When, after that talk in Montreal, I publicly documented the evidence that vindicated Roger’s suspicions, he brought the house down by sardonically remarking: “A lot of good it did me!”
However, the greatest legacy of Roger’s interest in Lebanon was undoubtedly his friendship with Johnny. Indeed, so close did they become that, when he married Sophie in 1996, Roger and his new bride went to hunt at Johnny’s magnificent home, Glencara House, in County Westmeath. In 2016, when Roger and I ran the Edmund Burke International Summer School in Westmeath, Johnny regaled us over dinner at Glencara with endless stories of his time as the Order’s Ambassador to Egypt, his visits to Lebanon, and his remarkable life in France, England, and Ireland. Roger sat spellbound listening to a man whose life formed a rich tapestry of the most extraordinary anecdotes drawn from the social, cultural, religious, and political circles in which Johnny not only mixed but also helped to shape.

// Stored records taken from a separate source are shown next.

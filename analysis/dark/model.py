"""Dark current against bias: diffusion, generation with the depletion width, shunt.

I(V) = I_s (1 - exp(-qV/kT)) + I_g (w(V) - 1) / (w(1 V) - 1) + V / R_shunt, w(V) the depletion width over that at zero bias and I_g
what generation adds by one volt. What saturates within a tenth of a volt is diffusion and whatever is generated in the width that is
there at zero bias; generation grows with the width that the bias adds; the shunt is a straight line.
(S. M. Sze, Physics of Semiconductor Devices, p-n junction current; A. Chilingarov, RD50 note 2011: generation in proportion to the
depleted width; P. U. Calzolari and S. Graffi, Solid-State Electron. 15 (1972) 1003: the width that generates is less than
that depleted. Both are sums of these terms.)
"""

from __future__ import annotations

import itertools
import math
from collections.abc import Sequence
from dataclasses import dataclass, replace

import numpy as np
from scipy import constants, optimize, stats

from darkedge.analysis.captures import DeviceKind, FloatArray, Kind, OutputConnection
from darkedge.analysis.dark.current import junction_bias
from darkedge.analysis.dark.results import ASSUMED, DarkFit, DarkPoint, Depletion
from darkedge.analysis.fixture import UNKNOWN_FIXTURE, Fixture
from darkedge.analysis.measurement import Estimate, Measurement

_TERMS = ("saturation", "generation", "shunt")
_FEWEST = 4
_MISFIT_CHANCE = 1e-3
_SAME_BIAS_RATIO = 0.01
_SAME_TEMPERATURE_K = 1.0
"""Dark current doubles every eight to ten kelvin, so one kelvin is a tenth of it."""
_BEYOND_RATIO = 0.2
"""How far beyond the measured biases a prediction is given, of their span."""


@dataclass(frozen=True, slots=True, kw_only=True)
class _Values:
    """Points that carry a value and belong together, as arrays of shape (n,), in order of bias."""

    bias_V: FloatArray
    current_A: FloatArray
    u_A: FloatArray


@dataclass(frozen=True, slots=True, kw_only=True)
class _Solution:
    terms: tuple[int, ...]
    coefficients: FloatArray
    covariance: FloatArray
    chi2: float
    freedom: int
    criterion: float


def fit_dark_current(
    measurements: Sequence[Measurement],
    *,
    fixture: Fixture = UNKNOWN_FIXTURE,
    depletion: Depletion = ASSUMED,
) -> list[DarkFit]:
    """Fit dark current against bias for each device and element.

    Non-negative least squares, weighted by the uncertainties; terms are kept by Akaike's criterion, corrected for few points.

    Parameters
    ----------
    measurements : sequence of Measurement
        Rows of kind `dark` are used; repeats at one bias stay points of their own.
    fixture : Fixture
        Gives the resistance across which the bias drops.
    depletion : Depletion
        How the depletion width grows, from a junction fit where there is one.

    Returns
    -------
    list of DarkFit
        One for each device and element with at least one dark point. `model` is empty, and a note says why, where fewer
        than four biases carry a value at one temperature, or where no combination fits (chance below 0.1 %). Points that
        drift are shown and not fitted.

    References
    ----------
    C. L. Lawson and R. J. Hanson, Solving Least Squares Problems, ch. 23. N. Sugiura, Commun. Stat. A 7 (1978) 13: the corrected criterion.
    """
    groups: dict[tuple[str | None, str | None, int | None], list[Measurement]] = {}
    for row in measurements:
        if row.conditions.kind is Kind.DARK and "dark_current_A" in row.quantities:
            groups.setdefault((row.conditions.lot, row.conditions.device, row.element), []).append(row)
    return [_fit_one(device, element, rows, fixture, depletion) for (_, device, element), rows in groups.items()]


def predict_dark_current(fit: DarkFit, bias_V: float) -> Estimate | None:
    """Dark current at a bias between (or a little beyond) those measured; `None` elsewhere.

    By the model where there is one, up to a fifth of the span beyond the measured biases; else, between them only, along straight lines on a
    logarithmic scale of current. The uncertainty is that of the neighbouring points, widened by the scatter of the fit, or
    by what a straight line on a linear scale would give instead. Bounds predict a bound: that at the nearest measured bias
    above, whose current is not smaller.
    """
    values = _values(fit.points)
    if values.bias_V.size < 2:
        return _bound(fit.points, bias_V)
    lowest, highest = float(values.bias_V[0]), float(values.bias_V[-1])
    beyond = _BEYOND_RATIO * (highest - lowest) if fit.model else _SAME_BIAS_RATIO * highest
    if not max(lowest - beyond, 0.0) <= bias_V <= highest + beyond:
        return _bound(fit.points, bias_V)
    relative = float(np.interp(bias_V, values.bias_V, values.u_A / values.current_A))
    if fit.model:
        value = _model_current(fit, bias_V)
        return Estimate(value=value, u=value * relative * max(1.0, math.sqrt(fit.chi2_per_dof or 1.0)))
    value = float(np.exp(np.interp(bias_V, values.bias_V, np.log(values.current_A))))
    straight = float(np.interp(bias_V, values.bias_V, values.current_A))
    return Estimate(value=value, u=math.hypot(value * relative, (straight - value) / math.sqrt(3)))


def _bound(points: Sequence[DarkPoint], bias_V: float) -> Estimate | None:
    bounds = [
        (p.bias_V, p.current_A.hi95) for p in points if p.current_A.value is None and p.current_A.hi95 is not None
    ]
    above = [(at, hi) for at, hi in bounds if at >= bias_V * (1 - _SAME_BIAS_RATIO)]
    return Estimate(hi95=min(above)[1]) if above else None


def _fit_one(
    device: str | None,
    element: int | None,
    rows: Sequence[Measurement],
    fixture: Fixture,
    depletion: Depletion,
) -> DarkFit:
    points = tuple(sorted((p for row in rows if (p := _point(row, fixture)) is not None), key=lambda p: p.bias_V))
    values = _values(points)
    unfitted = DarkFit(device=device, element=element, points=points, depletion=depletion, notes=_notes(rows, points))
    if values.bias_V.size < _FEWEST:
        note = (
            f"Biases with a value of the dark current: {values.bias_V.size}; a model wants at least {_FEWEST}. "
            "Measure at more biases, or with a larger sense resistor where only a bound is known."
        )
        return replace(unfitted, notes=(note, *unfitted.notes))
    best = _best(values, depletion)
    if best is None or stats.chi2.sf(best.chi2, best.freedom) < _MISFIT_CHANCE:
        return replace(unfitted, notes=(_misfit(best), *unfitted.notes))
    assumed = (
        f"Generation is taken to follow the depletion width of a junction with V_bi {depletion.v_bi_V:.3g} V and grading "
        f"{depletion.grading:.3g}: stated, not fitted here."
    )
    return replace(
        unfitted,
        model="+".join(_TERMS[k] for k in best.terms),
        parameters=_parameters(best, _shared_ratio(rows, fixture)),
        chi2_per_dof=best.chi2 / best.freedom,
        notes=(*((assumed,) if 1 in best.terms else ()), *unfitted.notes),
    )


def _notes(rows: Sequence[Measurement], points: Sequence[DarkPoint]) -> tuple[str, ...]:
    drifting = sum("drifting" in point.flags for point in points)
    temperatures = [p.temperature_degC for p in points if p.temperature_degC is not None]
    transistor = any(
        row.conditions.device_kind in (DeviceKind.TRANSISTOR_SWITCH, DeviceKind.OPTOCOUPLER)
        or row.conditions.output_connection in (OutputConnection.PULL_UP, OutputConnection.EMITTER_RESISTOR)
        for row in rows
    )
    found = []
    if drifting:
        found.append(f"Points that drift, shown and not used: {drifting} of {len(points)}.")
    if temperatures and max(temperatures) - min(temperatures) > 2 * _SAME_TEMPERATURE_K:
        found.append(
            f"The points were taken between {min(temperatures):g} and {max(temperatures):g} °C; those within "
            f"{_SAME_TEMPERATURE_K:g} K of the temperature that most share are used."
        )
    if transistor:
        found.append("This is the collector current with the emitter off: leakage times the gain of the transistor.")
    return tuple(found)


def _point(row: Measurement, fixture: Fixture) -> DarkPoint | None:
    bias = row.conditions.bias_V
    if bias is None:
        return None
    current = row.quantities["dark_current_A"]
    load = row.conditions.load_ohm
    across_load = row.conditions.output_connection in (None, OutputConnection.LOAD_TO_GROUND)
    if across_load and load is not None and current.value is not None:
        resistance = fixture.effective_load(load, row.conditions.input_ohm).value
        bias = junction_bias(bias, current.value, resistance or load)
    return DarkPoint(
        bias_V=bias,
        current_A=current,
        temperature_degC=row.conditions.temperature_degC,
        capture=row.capture,
        flags=row.flags,
    )


def _values(points: Sequence[DarkPoint]) -> _Values:
    """The points that can be compared, repeats at one bias averaged: their spread counts, what they share is not averaged away."""
    usable = [p for p in _at_one_temperature(points) if p.current_A.value and p.current_A.u and p.bias_V > 0]
    groups: list[list[DarkPoint]] = []
    for point in sorted(usable, key=lambda p: p.bias_V):
        if groups and point.bias_V <= groups[-1][0].bias_V * (1 + _SAME_BIAS_RATIO):
            groups[-1].append(point)
        else:
            groups.append([point])
    means = [_mean(group) for group in groups]
    bias, current, u = np.array(means, dtype=np.float64).reshape(-1, 3).T
    return _Values(bias_V=bias, current_A=current, u_A=u)


def _mean(points: Sequence[DarkPoint]) -> tuple[float, float, float]:
    currents = np.array([p.current_A.value for p in points], dtype=np.float64)
    u = float(np.mean([p.current_A.u or 0.0 for p in points]))
    scatter = float(np.std(currents, ddof=1)) / math.sqrt(len(points)) if len(points) > 1 else 0.0
    return float(np.mean([p.bias_V for p in points])), float(currents.mean()), max(u, scatter)


def _at_one_temperature(points: Sequence[DarkPoint]) -> list[DarkPoint]:
    """Points that do not drift, those near the temperature that most of them share; all where none is stated."""
    clean = [p for p in points if "drifting" not in p.flags]
    known = [p.temperature_degC for p in clean if p.temperature_degC is not None]
    if not known:
        return clean
    shared = max(known, key=lambda t: (sum(abs(t - other) <= _SAME_TEMPERATURE_K for other in known), -t))
    return [
        p for p in clean if p.temperature_degC is not None and abs(p.temperature_degC - shared) <= _SAME_TEMPERATURE_K
    ]


def _best(values: _Values, depletion: Depletion) -> _Solution | None:
    shapes = _shapes(values.bias_V, depletion)
    solved = [
        found
        for size in range(1, min(len(_TERMS), values.bias_V.size - 1) + 1)
        for terms in itertools.combinations(range(len(_TERMS)), size)
        if (found := _solve(shapes[:, terms], values, terms)) is not None
    ]
    return min(solved, key=lambda s: s.criterion, default=None)


def _solve(shapes: FloatArray, values: _Values, terms: tuple[int, ...]) -> _Solution | None:
    """One combination of terms; `None` where one of them comes out as nothing (a smaller combination says the same)."""
    weighted = shapes / values.u_A[:, None]
    coefficients, residual = optimize.nnls(weighted, values.current_A / values.u_A)
    if np.any(coefficients <= 0):
        return None
    count, size = values.bias_V.size, len(terms)
    chi2 = float(residual) ** 2
    return _Solution(
        terms=terms,
        coefficients=np.asarray(coefficients, dtype=np.float64),
        covariance=np.asarray(np.linalg.inv(weighted.T @ weighted), dtype=np.float64),
        chi2=chi2,
        freedom=count - size,
        criterion=chi2 + 2 * size + 2 * size * (size + 1) / max(count - size - 1, 0.5),
    )


def _misfit(best: _Solution | None) -> str:
    found = (
        "no combination"
        if best is None
        else f"chi-squared {best.chi2:.3g} for {best.freedom} degree{'s' if best.freedom != 1 else ''} of freedom"
    )
    return (
        f"Diffusion, generation and shunt together do not describe these points ({found}); they are shown without a model. "
        "Look for light, drift of temperature, or breakdown at the highest bias."
    )


def _shared_ratio(rows: Sequence[Measurement], fixture: Fixture) -> float:
    """Relative uncertainty that all points share, of gain and load: more points do not average it away."""
    loads = [fixture.effective_load(x.load_ohm, x.input_ohm) for row in rows if (x := row.conditions).load_ohm]
    return math.hypot(fixture.u_gain_ratio, max(((r.u or 0.0) / r.value for r in loads if r.value), default=0.0))


def _parameters(solution: _Solution, shared_ratio: float) -> dict[str, Estimate]:
    """Parameters with 95 % intervals; that of the shunt is turned over, as its conductance is what was fitted."""
    found = {}
    for place, term in enumerate(solution.terms):
        value = float(solution.coefficients[place])
        u = math.hypot(math.sqrt(solution.covariance[place, place]), shared_ratio * value)
        low, high = max(value - 1.96 * u, 0.0), value + 1.96 * u
        if _TERMS[term] == "shunt":
            found["shunt_ohm"] = Estimate(value=1 / value, u=u / value**2, lo95=1 / high, hi95=1 / low if low else None)
        else:
            found[f"{_TERMS[term]}_A"] = Estimate(value=value, u=u, lo95=low, hi95=high)
    return found


def _shapes(bias_V: FloatArray, depletion: Depletion) -> FloatArray:
    """Columns of the three terms at each bias, shape (n, 3)."""
    thermal_V = constants.k * 298.15 / constants.e
    added = depletion.width_ratio(bias_V) - 1
    at_one_volt = float(depletion.width_ratio(np.ones(1))[0]) - 1
    return np.column_stack([-np.expm1(-bias_V / thermal_V), added / at_one_volt, bias_V])


def _model_current(fit: DarkFit, bias_V: float) -> float:
    shapes = _shapes(np.array([bias_V]), fit.depletion)[0]
    parts = (fit.parameters.get("saturation_A"), fit.parameters.get("generation_A"), fit.parameters.get("shunt_ohm"))
    saturation, generation, shunt = (None if part is None else part.value for part in parts)
    conductance = 1 / shunt if shunt else 0.0
    return float(shapes @ np.array([saturation or 0.0, generation or 0.0, conductance]))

The last time we met was when we travelled from Ireland to Roger’s funeral in January of 2020. Johnny was by then 90 years of age and was walking with the aid of two sticks. As he slowly made his way up the nave of Malmesbury Abbey, I saw before me a man who epitomised conservative virtue at its finest. He was noble, charitable, funny, and yet everything he did was rooted in his deep Catholic faith. Roger, I came to realise, valued him as much more than a friend. For him, Johnny was what all conservatives should aspire to become—someone whose great learning and profound spiritual formation led him to preserve rather than destroy custom, tradition, and convention.
Throughout the COVID years, he would regularly ring to inquire about Sophie, Roger’s literary estate, and to have a general discussion about religion or culture. He cared deeply about Roger’s legacy and was overjoyed when Sophie visited him last year. Then, just before Christmas, I rang his mobile phone to arrange a meeting. He didn’t answer but his number showed up a few minutes later. When I answered, it was his beloved wife Fiona, who informed me that dear Johnny, at 94, had died two days prior. Without any fuss, he had, as she put it, “just drifted off.”
As I write, I have before me a letter from Roger dated the 7th of November, 2013. It concludes: “I will try to get over to Ireland before too long. Am anxious to see Johnny, who is obviously becoming frail. Will let you know as soon as plans firm up.” Little did any of us know then what time had in store. Either way, the intervening years have now robbed the conservative world of two of its greatest sons.
In the Preface to A Land Held Hostage, Scruton wrote: “I owe a particular debt of gratitude to John Bellingham, without whose kindness, encouragement and erudition I could not have undertaken this work.” Were he here today, Roger might well have written the very same thing—except this time he would have meant the “work” of his lifetime.